(Records to use Opens)
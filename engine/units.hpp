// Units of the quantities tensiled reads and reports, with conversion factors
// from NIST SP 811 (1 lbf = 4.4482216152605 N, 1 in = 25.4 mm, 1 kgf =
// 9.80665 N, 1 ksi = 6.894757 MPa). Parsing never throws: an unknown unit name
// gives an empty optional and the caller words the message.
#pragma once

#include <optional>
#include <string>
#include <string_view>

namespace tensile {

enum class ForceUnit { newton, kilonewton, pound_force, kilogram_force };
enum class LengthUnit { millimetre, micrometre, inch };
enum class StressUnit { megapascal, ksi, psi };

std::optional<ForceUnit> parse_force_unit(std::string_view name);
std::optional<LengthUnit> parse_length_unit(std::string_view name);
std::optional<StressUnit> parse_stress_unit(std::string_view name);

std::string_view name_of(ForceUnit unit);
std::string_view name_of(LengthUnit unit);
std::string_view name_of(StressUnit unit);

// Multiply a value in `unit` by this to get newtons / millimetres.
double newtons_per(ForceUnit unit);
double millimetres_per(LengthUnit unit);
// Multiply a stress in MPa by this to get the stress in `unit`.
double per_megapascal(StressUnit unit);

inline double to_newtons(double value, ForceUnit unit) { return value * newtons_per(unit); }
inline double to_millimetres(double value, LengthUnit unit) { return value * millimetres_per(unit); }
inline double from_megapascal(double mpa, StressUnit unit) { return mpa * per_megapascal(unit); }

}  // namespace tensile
(Records to use Closes)
(Records to use Opens)
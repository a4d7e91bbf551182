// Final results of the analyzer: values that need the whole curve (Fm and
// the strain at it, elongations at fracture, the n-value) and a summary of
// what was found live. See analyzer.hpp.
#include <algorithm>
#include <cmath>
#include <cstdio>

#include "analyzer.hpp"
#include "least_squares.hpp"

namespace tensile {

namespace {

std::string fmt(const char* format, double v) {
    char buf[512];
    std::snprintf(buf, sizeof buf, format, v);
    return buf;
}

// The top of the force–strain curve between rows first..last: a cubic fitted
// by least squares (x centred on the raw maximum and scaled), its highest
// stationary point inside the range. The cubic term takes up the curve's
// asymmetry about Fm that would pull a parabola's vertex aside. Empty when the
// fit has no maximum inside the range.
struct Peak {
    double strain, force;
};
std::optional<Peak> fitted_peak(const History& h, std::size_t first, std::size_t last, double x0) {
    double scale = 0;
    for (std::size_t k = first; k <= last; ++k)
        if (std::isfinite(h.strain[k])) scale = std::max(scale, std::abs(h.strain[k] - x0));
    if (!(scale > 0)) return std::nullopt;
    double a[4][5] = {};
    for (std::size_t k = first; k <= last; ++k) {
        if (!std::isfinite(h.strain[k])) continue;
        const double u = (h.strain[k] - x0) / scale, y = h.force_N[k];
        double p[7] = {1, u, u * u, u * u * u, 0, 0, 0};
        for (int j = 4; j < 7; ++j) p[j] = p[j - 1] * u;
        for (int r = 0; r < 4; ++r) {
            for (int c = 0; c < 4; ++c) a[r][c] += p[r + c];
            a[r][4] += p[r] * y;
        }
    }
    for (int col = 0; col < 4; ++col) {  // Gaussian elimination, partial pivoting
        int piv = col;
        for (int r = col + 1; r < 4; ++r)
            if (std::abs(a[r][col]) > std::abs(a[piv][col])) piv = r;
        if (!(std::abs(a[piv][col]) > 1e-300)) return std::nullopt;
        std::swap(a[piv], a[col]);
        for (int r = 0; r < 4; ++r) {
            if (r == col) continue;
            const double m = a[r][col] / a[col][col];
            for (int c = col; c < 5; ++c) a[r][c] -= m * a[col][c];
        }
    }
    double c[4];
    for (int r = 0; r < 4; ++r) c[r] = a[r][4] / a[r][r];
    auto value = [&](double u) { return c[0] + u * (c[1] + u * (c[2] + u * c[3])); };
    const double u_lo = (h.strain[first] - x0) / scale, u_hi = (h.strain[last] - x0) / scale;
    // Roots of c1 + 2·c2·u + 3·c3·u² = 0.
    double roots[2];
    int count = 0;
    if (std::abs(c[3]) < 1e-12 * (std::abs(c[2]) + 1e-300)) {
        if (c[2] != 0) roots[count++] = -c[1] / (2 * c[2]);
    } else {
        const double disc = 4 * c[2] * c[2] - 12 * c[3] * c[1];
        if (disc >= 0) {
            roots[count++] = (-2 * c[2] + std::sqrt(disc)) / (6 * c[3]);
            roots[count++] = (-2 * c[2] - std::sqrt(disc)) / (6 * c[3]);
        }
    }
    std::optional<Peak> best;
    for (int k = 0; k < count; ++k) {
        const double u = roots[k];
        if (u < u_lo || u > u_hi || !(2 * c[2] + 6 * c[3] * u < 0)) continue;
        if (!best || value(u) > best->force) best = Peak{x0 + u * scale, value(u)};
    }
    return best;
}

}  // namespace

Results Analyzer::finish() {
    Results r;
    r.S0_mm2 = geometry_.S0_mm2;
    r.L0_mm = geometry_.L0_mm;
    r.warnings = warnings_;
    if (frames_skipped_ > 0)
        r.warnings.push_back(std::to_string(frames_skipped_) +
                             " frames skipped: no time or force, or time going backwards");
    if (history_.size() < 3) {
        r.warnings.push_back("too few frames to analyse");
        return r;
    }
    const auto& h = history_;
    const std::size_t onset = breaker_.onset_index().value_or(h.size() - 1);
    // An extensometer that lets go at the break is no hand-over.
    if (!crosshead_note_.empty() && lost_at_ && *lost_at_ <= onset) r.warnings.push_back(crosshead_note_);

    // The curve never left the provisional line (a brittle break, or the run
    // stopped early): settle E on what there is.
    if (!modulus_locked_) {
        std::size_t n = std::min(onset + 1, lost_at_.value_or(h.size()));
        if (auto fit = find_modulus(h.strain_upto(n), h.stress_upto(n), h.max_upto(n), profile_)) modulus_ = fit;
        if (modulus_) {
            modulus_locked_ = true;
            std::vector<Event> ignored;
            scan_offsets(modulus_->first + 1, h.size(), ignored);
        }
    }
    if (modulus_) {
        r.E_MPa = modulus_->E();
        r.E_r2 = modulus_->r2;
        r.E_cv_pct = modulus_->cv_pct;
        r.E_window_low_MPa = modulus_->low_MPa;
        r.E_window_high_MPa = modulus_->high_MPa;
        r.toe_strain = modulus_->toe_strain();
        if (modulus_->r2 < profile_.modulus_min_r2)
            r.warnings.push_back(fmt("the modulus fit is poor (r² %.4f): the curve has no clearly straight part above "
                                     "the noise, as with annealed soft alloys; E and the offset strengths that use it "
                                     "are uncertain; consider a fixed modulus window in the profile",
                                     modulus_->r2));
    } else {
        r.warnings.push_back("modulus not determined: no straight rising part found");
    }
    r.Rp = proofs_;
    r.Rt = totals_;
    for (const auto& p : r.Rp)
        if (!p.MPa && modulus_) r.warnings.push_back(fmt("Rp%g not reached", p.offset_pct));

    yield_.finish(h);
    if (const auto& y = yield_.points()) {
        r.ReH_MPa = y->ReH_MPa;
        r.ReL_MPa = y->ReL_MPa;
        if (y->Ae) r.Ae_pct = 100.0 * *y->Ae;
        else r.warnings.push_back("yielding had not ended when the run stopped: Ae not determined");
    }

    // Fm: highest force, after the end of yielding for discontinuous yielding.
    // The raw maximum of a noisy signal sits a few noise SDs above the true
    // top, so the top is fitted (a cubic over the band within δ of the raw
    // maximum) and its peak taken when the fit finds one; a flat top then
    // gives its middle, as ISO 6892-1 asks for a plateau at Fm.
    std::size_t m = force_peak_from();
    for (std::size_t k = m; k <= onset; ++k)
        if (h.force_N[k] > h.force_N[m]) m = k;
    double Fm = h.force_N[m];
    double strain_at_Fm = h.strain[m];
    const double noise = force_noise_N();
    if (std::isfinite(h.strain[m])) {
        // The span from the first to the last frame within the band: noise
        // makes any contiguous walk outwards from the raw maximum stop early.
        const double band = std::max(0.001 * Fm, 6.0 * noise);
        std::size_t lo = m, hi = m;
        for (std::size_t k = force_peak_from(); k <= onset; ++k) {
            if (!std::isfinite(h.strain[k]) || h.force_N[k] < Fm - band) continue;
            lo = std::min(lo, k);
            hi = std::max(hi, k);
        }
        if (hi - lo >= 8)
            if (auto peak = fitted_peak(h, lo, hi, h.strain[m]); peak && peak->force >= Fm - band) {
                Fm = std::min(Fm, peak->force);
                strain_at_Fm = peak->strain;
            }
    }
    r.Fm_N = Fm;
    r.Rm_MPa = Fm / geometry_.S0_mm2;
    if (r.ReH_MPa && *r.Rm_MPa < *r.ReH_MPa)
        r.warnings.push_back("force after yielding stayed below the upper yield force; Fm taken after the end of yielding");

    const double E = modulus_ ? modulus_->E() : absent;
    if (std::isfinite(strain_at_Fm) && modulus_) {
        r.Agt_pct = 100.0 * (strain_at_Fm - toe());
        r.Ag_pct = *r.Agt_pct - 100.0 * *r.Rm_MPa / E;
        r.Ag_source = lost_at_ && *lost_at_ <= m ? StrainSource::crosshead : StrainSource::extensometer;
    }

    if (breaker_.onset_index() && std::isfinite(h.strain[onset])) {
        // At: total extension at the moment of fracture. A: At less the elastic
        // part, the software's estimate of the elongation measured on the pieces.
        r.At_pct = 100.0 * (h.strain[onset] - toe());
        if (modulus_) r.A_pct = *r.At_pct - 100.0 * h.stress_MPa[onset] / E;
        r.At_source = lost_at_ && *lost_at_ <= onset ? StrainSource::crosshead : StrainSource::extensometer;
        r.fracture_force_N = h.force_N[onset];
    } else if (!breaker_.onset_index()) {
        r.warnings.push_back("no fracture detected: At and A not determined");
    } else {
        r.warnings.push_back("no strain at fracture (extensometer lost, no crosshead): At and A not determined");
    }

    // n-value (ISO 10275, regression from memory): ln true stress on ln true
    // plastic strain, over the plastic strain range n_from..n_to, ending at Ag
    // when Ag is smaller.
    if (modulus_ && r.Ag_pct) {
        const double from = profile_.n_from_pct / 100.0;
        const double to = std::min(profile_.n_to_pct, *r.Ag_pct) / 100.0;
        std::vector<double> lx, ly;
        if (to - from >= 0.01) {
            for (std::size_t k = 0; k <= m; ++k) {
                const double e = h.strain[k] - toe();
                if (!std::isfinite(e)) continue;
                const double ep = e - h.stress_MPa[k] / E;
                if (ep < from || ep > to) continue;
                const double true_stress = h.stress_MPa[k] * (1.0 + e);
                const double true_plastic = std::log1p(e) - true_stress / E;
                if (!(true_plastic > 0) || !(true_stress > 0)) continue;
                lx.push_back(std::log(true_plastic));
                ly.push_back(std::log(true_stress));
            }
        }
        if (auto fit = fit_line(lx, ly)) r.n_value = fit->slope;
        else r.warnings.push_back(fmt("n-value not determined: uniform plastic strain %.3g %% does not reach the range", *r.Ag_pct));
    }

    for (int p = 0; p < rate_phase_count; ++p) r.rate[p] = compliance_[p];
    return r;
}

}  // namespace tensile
(Records to use Closes)
Reproduce exactly the section above that begins at the line containing "yield_.finish(h);" and ends at the line containing "flat top then", leaving out all other lines.

● Response to this task
    yield_.finish(h);
    if (const auto& y = yield_.points()) {
        r.ReH_MPa = y->ReH_MPa;
        r.ReL_MPa = y->ReL_MPa;
        if (y->Ae) r.Ae_pct = 100.0 * *y->Ae;
        else r.warnings.push_back("yielding had not ended when the run stopped: Ae not determined");
    }

    // Fm: highest force, after the end of yielding for discontinuous yielding.
    // The raw maximum of a noisy signal sits a few noise SDs above the true
    // top, so the top is fitted (a cubic over the band within δ of the raw
    // maximum) and its peak taken when the fit finds one; a flat top then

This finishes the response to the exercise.